The autumn acorn crop may be heavy or light. Trees have their "off years," for various reasons. But always, as leaves and fruit fall and bare the twigs, one sees, among the winter buds, the half-grown acorns waiting for their second season of growth.

The pointed nut soon loosens, for the cup though deep has straight sides. The kernel is yellow and bitter.

The Scarlet Oak

Q. coccinea, Moench.

The scarlet oak is like a flaming torch set among the dull browns and yellows in our autumnal woods. In spring the opening leaves are red; so are the tasselled catkins and the forked pistils, that turn into the acorns later on. This is a favorite ornamental tree in Europe and our own country. Its points of beauty are not all in its colors.

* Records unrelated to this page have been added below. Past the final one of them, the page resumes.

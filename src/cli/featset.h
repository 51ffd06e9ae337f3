/* Feature vectors of many images, computed on all cores with a progress
 * bar, and optionally cached in a file keyed by the feature configuration
 * and the list of paths. */
#ifndef LIKENESS_CLI_FEATSET_H
#define LIKENESS_CLI_FEATSET_H

#include <stddef.h>
#include <stdint.h>

#include "likeness/engine.h"
#include "likeness/learn.h"

typedef struct featset {
    size_t n, dim;
    char **paths;       /* sorted, unique */
    float *x;           /* n x dim, row-major */
    uint8_t *ok;        /* 1: features present (face found or central fallback) */
    uint8_t *fallback;  /* 1: no face was found; the central box was used */
    uint8_t *estimated; /* 1: eyes estimated from the box */
} featset;

/* Builds the set for the given paths (duplicates removed). threads 0 = all
 * cores. cache_path may be NULL. Images that fail to decode get ok = 0. */
int featset_build(const lk_engine *e, const char *const *paths, size_t n, int threads,
                  const char *cache_path, featset *out, lk_error *err);
/* featset_build over every image of a folder-per-identity data set (so that
 * commands reading the same folder share one feature cache). */
int featset_build_dataset(const lk_engine *e, const lk_dataset *ds, int threads,
                          const char *cache_path, featset *out, lk_error *err);
/* Row of a path, or -1. */
long featset_find(const featset *fs, const char *path);
void featset_free(featset *fs);

#endif
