/* JSON output shared by the CLI commands. The encodings of analysis results
 * (lk_server_quality_json, lk_server_timings_json) and decision ids
 * (lk_uuid_v4) come from the server module, so the CLI prints exactly the
 * fields the service returns. */
#ifndef LIKENESS_CLI_JSON_OUT_H
#define LIKENESS_CLI_JSON_OUT_H

#include <cjson/cJSON.h>

#include "likeness/server.h"

/* Prints a cJSON tree to stdout, indented, and frees it. */
void json_print(cJSON *j);

#endif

The tree is slender, delicate in branch, twig, and leaf—quite out of the sturdy, picturesque class in which most oaks belong. The leaf is thin, silky smooth, its lobes separated by sinuses so deep that it is a mere skeleton compared with the black oak's. The trimness of the leaf is matched by the neat acorn, whose scaly cup has none of the looseness seen in the burly black oak. The scales are smooth, tight-fitting, and they curl in at the rim.

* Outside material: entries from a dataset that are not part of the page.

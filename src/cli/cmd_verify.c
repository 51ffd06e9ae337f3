/* likeness verify: offline one-to-one comparison of a probe and a reference. */
#include <getopt.h>
#include <stdio.h>
#include <stdlib.h>
#include <string.h>

#include "cli.h"
#include "json_out.h"
#include "likeness/engine.h"

const char *cli_default_model(void)
{
    const char *m = getenv("LIKENESS_MODEL");
    return m && *m ? m : LIKENESS_DEFAULT_MODEL;
}

static void verify_usage(FILE *f)
{
    fprintf(f,
            "usage: likeness verify [--model FILE] [--fmr RATE] PROBE REFERENCE\n\n"
            "Compares the face in PROBE (for example a live capture) with the face in\n"
            "REFERENCE (for example an ID photo) and prints the decision as JSON, with the\n"
            "same fields the service returns: decision (match or non_match), score (the\n"
            "calibrated probability of a mated pair), threshold, target_fmr, model_id,\n"
            "per-image quality with reasons, and timings.\n\n"
            "Exit status: 0 when a decision was made (match or not), 1 when an image is\n"
            "unusable or unreadable (the JSON says why), 2 for a usage error.\n\n"
            "options:\n"
            "  --model FILE   model file (default: $LIKENESS_MODEL, else %s)\n"
            "  --fmr RATE     target false match rate of the operating point, e.g. 0.001\n"
            "                 (default: the model's default operating point)\n"
            "  -h, --help     this help\n",
            LIKENESS_DEFAULT_MODEL);
}

int cmd_verify(int argc, char **argv)
{
    static const struct option opts[] = {{"model", required_argument, 0, 'm'},
                                         {"fmr", required_argument, 0, 'f'},
                                         {"help", no_argument, 0, 'h'},
                                         {0, 0, 0, 0}};
    const char *model_path = cli_default_model();
    double fmr = 0;
    int o;
    optind = 1;
    while ((o = getopt_long(argc, argv, "h", opts, NULL)) != -1) {
        switch (o) {
        case 'm': model_path = optarg; break;
        case 'f': {
            char *end;
            fmr = strtod(optarg, &end);
            if (*end || !(fmr > 0 && fmr < 1)) {
                cli_errorf("--fmr wants a rate between 0 and 1, such as 0.001; got '%s'", optarg);
                return CLI_USAGE;
            }
            break;
        }
        case 'h': verify_usage(stdout); return CLI_OK;
        default: verify_usage(stderr); return CLI_USAGE;
        }
    }
    if (argc - optind != 2) {
        cli_errorf("verify takes PROBE and REFERENCE images; 'likeness verify --help' shows how");
        return CLI_USAGE;
    }
    lk_error err;
    lk_model *model = lk_model_load(model_path, &err);
    if (!model) {
        cli_error(&err);
        return CLI_FAIL;
    }
    lk_engine *e = lk_engine_new(NULL, &err);
    if (!e) {
        cli_error(&err);
        lk_model_free(model);
        return CLI_FAIL;
    }
    if (lk_model_check_features(model, lk_engine_feature_config(e), lk_engine_feature_dim(e),
                                &err) != LK_OK) {
        cli_error(&err);
        lk_engine_free(e);
        lk_model_free(model);
        return CLI_FAIL;
    }
    size_t dim = lk_engine_feature_dim(e);
    float *feat[2] = {malloc(dim * sizeof(float)), malloc(dim * sizeof(float))};
    const char *role[2] = {"probe", "reference"};
    lk_analysis a[2];
    cJSON *j = cJSON_CreateObject();
    char id[37];
    lk_uuid_v4(id);
    cJSON_AddStringToObject(j, "decision_id", id);
    int status = CLI_OK;
    cJSON *quality = cJSON_CreateObject();
    for (int k = 0; k < 2 && status == CLI_OK; k++) {
        uint8_t *bytes = NULL;
        size_t len = 0;
        lk_code rc = feat[k] ? lk_read_file(argv[optind + k], 0, &bytes, &len, &err)
                             : lk_error_set(&err, LK_ERR_NOMEM, "out of memory");
        if (rc == LK_OK)
            rc = lk_engine_analyse(e, bytes, len, &a[k], feat[k], NULL, &err);
        free(bytes);
        if (rc != LK_OK) {
            cJSON *er = cJSON_AddObjectToObject(j, "error");
            cJSON_AddStringToObject(er, "type", lk_code_name(rc));
            cJSON_AddStringToObject(er, "image", role[k]);
            cJSON_AddStringToObject(er, "detail", err.message);
            status = CLI_FAIL;
            break;
        }
        cJSON_AddItemToObject(quality, role[k], lk_server_quality_json(&a[k]));
        if (!a[k].quality.usable || !a[k].has_features) {
            cJSON *er = cJSON_AddObjectToObject(j, "error");
            uint32_t first = a[k].quality.reasons & LK_QR_BLOCKING;
            first &= -first; /* lowest set bit: the first reason in code order */
            cJSON_AddStringToObject(er, "type", first ? lk_quality_reason_name(first) : "no_face");
            cJSON_AddStringToObject(er, "image", role[k]);
            cJSON_AddStringToObject(er, "detail",
                                    "the photo cannot be used for a comparison; see quality.reasons "
                                    "and take a new, frontal, well-lit photo of one face");
            status = CLI_FAIL;
        }
    }
    if (status == CLI_OK) {
        lk_comparison c;
        if (lk_engine_compare(e, model, feat[0], feat[1], fmr, &c, &err) != LK_OK) {
            cli_error(&err);
            status = CLI_FAIL;
        } else {
            cJSON_AddStringToObject(j, "decision", c.match ? "match" : "non_match");
            lk_json_add_number(j, "score", c.score);
            lk_json_add_number(j, "threshold", c.threshold);
            lk_json_add_number(j, "target_fmr", c.target_fmr);
        }
    }
    cJSON_AddStringToObject(j, "model_id", lk_model_id(model));
    cJSON_AddItemToObject(j, "quality", quality);
    if (status == CLI_OK) {
        cJSON *t = cJSON_AddObjectToObject(j, "timings");
        cJSON_AddItemToObject(t, "probe", lk_server_timings_json(&a[0]));
        cJSON_AddItemToObject(t, "reference", lk_server_timings_json(&a[1]));
    }
    json_print(j);
    free(feat[0]);
    free(feat[1]);
    lk_engine_free(e);
    lk_model_free(model);
    return status;
}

There is lightness and grace in a scarlet oak, for its twigs are slim and supple as a willow's, and the leaves flutter onlong, flexible stems. Above the drifts of the first snowfall, the brilliance of the scarlet foliage makes a picture long to be remembered against the blue of a clear autumnal sky.

The largest trees of this species grow in the fertile uplands in the Ohio Valley. But the most brilliant hues are seen in trees of smaller size, that grow in New England woods. In the comparatively dull-hued autumn woods of Iowa and Nebraska the scarlet oak is the most vivid and most admired tree.

The Pin Oak

Q. palustris, Linn.

The pin oak earns its name by the sharp, short, spur-like twigs that cluster on the branches, crowding each other to death and then persisting to give the tree a bristly appearance. The tree in winter bears small resemblance to other oaks. The trunk is slender, the shaft carried up to the top, as straight as a pine's. The branches are very numerous and regular, striking out at right angles from the stem, the lower tier shorter than those directly above them, and drooping often to the ground.

On the winter twigs, among the characteristic "pins," are the half-grown acorns that proclaim the tree an oak beyond a doubt, and ablackoak, requiring a second summer for the maturing of its fruit. It is likely that there will be found on older twigs a few of the full-grown acorns, or perhaps only the trim, shallow saucers from which the shiny, striped, brown acorns have fallen. Hunt among the dead leaves and these little acorns will be discovered for, though pretty to look at, they are bitter and squirrels leave them where they fall.

The leaves match the slender twigs in delicacy of pattern. Thin, deeply cut, shining, with pale linings, they flutter on slender stems, smaller but often matching the leaves of the scarlet oak in pattern. Sometimes they are more like the red oak in outline. In autumn they turn red and are a glory in the woods.

One trait has made this tree a favorite for shade and ornament. It has a shock of fibrous roots, and for this reason is easily transplanted. It grows rapidly in any moist, rich soil. It keeps its leaves clean and beautiful throughout the season. Washington, D. C., has its streets planted to native trees, one species lining the sides of a single street or avenue for miles. The pin oaks are superb on the thoroughfare that reaches from the Capitol to the Navy Yard. They retain the beauty of their youth because each tree has been given a chance to grow to its best estate. In spring the opening leaves and pistillate flowers are red, giving the silvery green tree-top a warm flush that cheers the passerby. In European countries this oak is a prime favorite for public and private parks.